- Prompt -
Transcribe the records below exactly, from their first line through the line containing "#[derive(clap::Args, Debug)]". Omit every line after it.

- Supplied information -

[Start of Attachment]

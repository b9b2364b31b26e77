//! `photoledger uncertainty FILE --samples N [--seed S] [--until DURATION] [--target CONDITION]
//! [--from-fit FIT.json] [--shard K/N] [--json] [--out DIR]`, and
//! `photoledger uncertainty merge SHARD.json... [--json] [--out DIR]`.

use super::Exit;
use super::output::{out, outln};
use photoledger::Error;
use photoledger::file::folder::{self, Folder};
use photoledger::report::{uncertainty as report, write_atomic};
use photoledger::uncertainty::{self, Problem, Record, Settings, Space, fitcov::FitBlock};
use std::io::IsTerminal;
use std::path::{Path, PathBuf};

/// Options of `uncertainty`.
#[derive(clap::Args, Debug)]
#[command(args_conflicts_with_subcommands = true, subcommand_negates_reqs = true)]
pub struct UncertaintyArgs {
    /// Join shard files instead of running.
    #[command(subcommand)]
    pub merge: Option<MergeCommand>,
    /// The network file (TOML) with [[uncertain]] entries, stated origins or trajectory counts.
    #[arg(required = true)]
    pub file: Option<PathBuf>,
    #[command(flatten)]
    pub set: super::SetArgs,
    /// Number of samples in the whole run (1 to 1,000,000).
    #[arg(long, required = true, value_parser = super::values::samples, allow_negative_numbers = true)]
    pub samples: Option<usize>,
    /// Seed of the random streams (sample i uses stream i of this seed).
    #[arg(long, default_value_t = 1, allow_negative_numbers = true)]
    pub seed: u64,
    /// Run the kinetics of each sample for this long, e.g. "2 h" (final concentrations).
    #[arg(long, allow_hyphen_values = true, value_name = "DURATION")]
    pub until: Option<String>,
    /// Time until a species crosses a level, e.g. "product > 5 mM" or "Z-azo > 90 % of E-azo"
    /// (needs --until, the longest time waited).
    #[arg(long, value_name = "CONDITION")]
    pub target: Option<String>,
    /// Skip the chain analysis (yields, quantum yields, photons per product).
    #[arg(long)]
    pub no_chain: bool,
    /// Draw these parameters jointly from a fit's covariance (JSON; README, Uncertainty).
    #[arg(long, value_name = "FIT.json")]
    pub from_fit: Option<PathBuf>,
    /// Run only slice K of N of the samples and write it for `uncertainty merge`.
    #[arg(long, value_name = "K/N")]
    pub shard: Option<String>,
    #[command(flatten)]
    pub output: super::Outputs,
}

/// `uncertainty merge`.
#[derive(clap::Subcommand, Debug)]
pub enum MergeCommand {
    /// Join the shard files of one run (written by --shard K/N) into the report of the whole run.
    Merge {
        /// Shard files (shard-K-of-N.json).
        #[arg(required = true)]
        shards: Vec<PathBuf>,
        // --out (default: the shards' folder followed by "-merged", e.g.
        // photoswitch-uncertainty-merged/ for shards in photoswitch-uncertainty/;
        // merged-uncertainty/ for shards in the current folder) and --json.
        #[command(flatten)]
        output: super::Outputs,
    },
}

fn read(path: &Path) -> photoledger::Result<String> {
    photoledger::file::read_text(path)
}

/// Run `uncertainty`; [`Exit::Unreachable`] when a `--target` is reached by no sample (the
/// outputs are written all the same, every sample counted as censored).
pub fn run(a: &UncertaintyArgs) -> photoledger::Result<Exit> {
    if let Some(MergeCommand::Merge { shards, output }) = &a.merge {
        let dir = output.out.clone().unwrap_or_else(|| merged_dir(&shards[0]));
        return merge(shards, output.json, &dir);
    }
    let (Some(file), Some(total)) = (&a.file, a.samples) else {
        return Err(Error::Usage("give the network file and --samples N".into()));
    };
    if total == 0 {
        return Err(Error::Usage("--samples must be at least 1".into()));
    }
    // The network as given (before any sample's values): its warnings, once, first.
    let args = super::NetworkArgs::of(file, &a.set);
    let (loaded, net) = super::load_both(&args)?;
    super::print_warnings(&net);
    let mut space = Space {
        independent: photoledger::network::uncertain::read(&loaded)?,
        fit: None,
    };
    if let Some(f) = &a.from_fit {
        space = space.with_fit(FitBlock::from_json(&f.display().to_string(), &read(f)?)?)?;
    }
    // Values with a stated origin and branchings from trajectory counts, where no entry above
    // gives a distribution for the same value.
    let (from_evidence, evidence_notes) = uncertainty::evidence::parameters(&net, &space.parameters());
    space.independent.extend(from_evidence);
    let until = match &a.until {
        Some(u) => Some(super::values::duration("until", u)?),
        None => None,
    };
    let target = a.target.clone();
    let settings = Settings {
        chain: !a.no_chain,
        until,
        target,
    };
    let problem = Problem::new(&net, space, settings)?.with_notes(evidence_notes);
    let (range, shard) = match &a.shard {
        Some(s) => {
            let (k, n) = s
                .split_once('/')
                .and_then(|(k, n)| Some((k.trim().parse::<usize>().ok()?, n.trim().parse::<usize>().ok()?)))
                .ok_or_else(|| Error::Usage(format!("--shard \"{s}\": write K/N, e.g. 3/10")))?;
            (uncertainty::shard_range(total, k, n)?, Some((k, n)))
        }
        None => (0..total, None),
    };
    let bar = if std::io::stderr().is_terminal() {
        let b = indicatif::ProgressBar::new(range.len() as u64);
        b.set_style(
            indicatif::ProgressStyle::with_template("{bar:40} {pos}/{len} samples  {elapsed} (about {eta} left)")
                .unwrap_or_else(|_| indicatif::ProgressStyle::default_bar()),
        );
        b
    } else {
        indicatif::ProgressBar::hidden()
    };
    let record = problem.record(a.seed, total, range, &|| bar.inc(1));
    bar.finish_and_clear();
    let dir = a.output.dir(file, "uncertainty");
    if let Some((k, n)) = shard {
        let name = format!("shard-{k}-of-{n}.json");
        let json = serde_json::to_string(&record).map_err(|e| Error::Numerical(e.to_string()))?;
        // The shards of one run share a folder (each job adds its own file): added, not
        // replaced whole.
        folder::not_a_file(&dir)?;
        write_atomic(&dir.join(&name), json.as_bytes())?;
        outln!(
            "wrote {}/{name}: samples {}..{} of {}; join all N with `photoledger uncertainty merge`",
            dir.display(),
            record.header.first,
            record.header.end,
            total
        )?;
        return Ok(Exit::Success);
    }
    write_all(&record, &dir, a.output.json)
}

/// The default folder of `merge`: the folder holding the first shard followed by "-merged"
/// (the shards' own folder keeps the shards), or `merged-uncertainty` in the current folder.
fn merged_dir(first: &Path) -> PathBuf {
    match first.parent().and_then(Path::file_name) {
        Some(name) => {
            let mut d = first.parent().unwrap_or(Path::new(".")).to_path_buf();
            d.set_file_name(format!("{}-merged", name.to_string_lossy()));
            d
        }
        None => PathBuf::from("merged-uncertainty"),
    }
}

fn merge(shards: &[PathBuf], json: bool, out: &Path) -> photoledger::Result<Exit> {
    let mut parts = Vec::new();
    for p in shards {
        let r: Record = serde_json::from_str(&read(p)?).map_err(|e| {
            Error::Usage(format!(
                "{}: not a shard file of `uncertainty --shard`: {e}",
                p.display()
            ))
        })?;
        parts.push(r);
    }
    let record = uncertainty::merge(parts)?;
    // The output folder is replaced whole: not the folder the shards are read from.
    if let Ok(target) = out.canonicalize()
        && let Some(p) = shards
            .iter()
            .find(|p| p.canonicalize().is_ok_and(|p| p.parent() == Some(target.as_path())))
    {
        return Err(Error::Usage(format!(
            "--out {}: holds the shard {} being merged, and an output folder is replaced whole; \
             write the merged report to another folder",
            out.display(),
            p.display()
        )));
    }
    write_all(&record, out, json)
}

fn to_json<T: serde::Serialize>(v: &T) -> photoledger::Result<String> {
    serde_json::to_string_pretty(v).map_err(|e| Error::Numerical(e.to_string()))
}

/// Write every output of a whole run (single or merged); [`Exit::Unreachable`] when an output
/// with a horizon (the time to a target) was reached by no sample that ran.
fn write_all(record: &Record, dir: &Path, json: bool) -> photoledger::Result<Exit> {
    let summary = uncertainty::summarise(record);
    let summary_json = to_json(&summary)?;
    let folder = Folder::begin(dir)?;
    write_atomic(&folder.join("summary.json"), summary_json.as_bytes())?;
    write_atomic(&folder.join("summary.txt"), report::text(&summary).as_bytes())?;
    write_atomic(&folder.join("samples.csv"), report::samples_csv(record).as_bytes())?;
    write_atomic(&folder.join("samples.json"), to_json(record)?.as_bytes())?;
    let ok: Vec<_> = record.samples.iter().filter(|s| s.error.is_none()).collect();
    for (j, x) in summary.outputs.iter().enumerate() {
        let values: Vec<f64> = ok.iter().filter_map(|s| s.outputs[j]).collect();
        let svg = report::histogram_svg(&format!("{}: {}", summary.network, x.column.name), x, &values);
        if !svg.is_empty() {
            write_atomic(
                &folder
                    .join("histograms")
                    .join(format!("{}.svg", report::file_stem(&x.column.name))),
                svg.as_bytes(),
            )?;
        }
    }
    let tornado = report::tornado_svg(&format!("{}: what drives each output", summary.network), &summary);
    if !tornado.is_empty() {
        write_atomic(&folder.join("tornado.svg"), tornado.as_bytes())?;
    }
    folder.commit()?;
    if json {
        outln!("{summary_json}")?;
    } else {
        out!("{}", report::text(&summary))?;
        outln!(
            "wrote {}/ (summary.txt, summary.json, samples.csv, samples.json, histograms/, tornado.svg)",
            dir.display()
        )?;
    }
    let never = summary
        .outputs
        .iter()
        .find(|x| x.column.censored_above.is_some() && x.n == 0 && x.censored > 0);
    if let Some(x) = never {
        if !json {
            outln!(
                "NOT REACHED: none of the {} samples that ran reached the target within --until ({}; exit 5)",
                x.censored,
                x.column.name
            )?;
        }
        return Ok(Exit::Unreachable);
    }
    Ok(Exit::Success)
}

[End of Attachment]

- The answer -
repository b9b2364b31b26e77
//! `photoledger uncertainty FILE --samples N [--seed S] [--until DURATION] [--target CONDITION]
//! [--from-fit FIT.json] [--shard K/N] [--json] [--out DIR]`, and
//! `photoledger uncertainty merge SHARD.json... [--json] [--out DIR]`.

use super::Exit;
use super::output::{out, outln};
use photoledger::Error;
use photoledger::file::folder::{self, Folder};
use photoledger::report::{uncertainty as report, write_atomic};
use photoledger::uncertainty::{self, Problem, Record, Settings, Space, fitcov::FitBlock};
use std::io::IsTerminal;
use std::path::{Path, PathBuf};

/// Options of `uncertainty`.
#[derive(clap::Args, Debug)]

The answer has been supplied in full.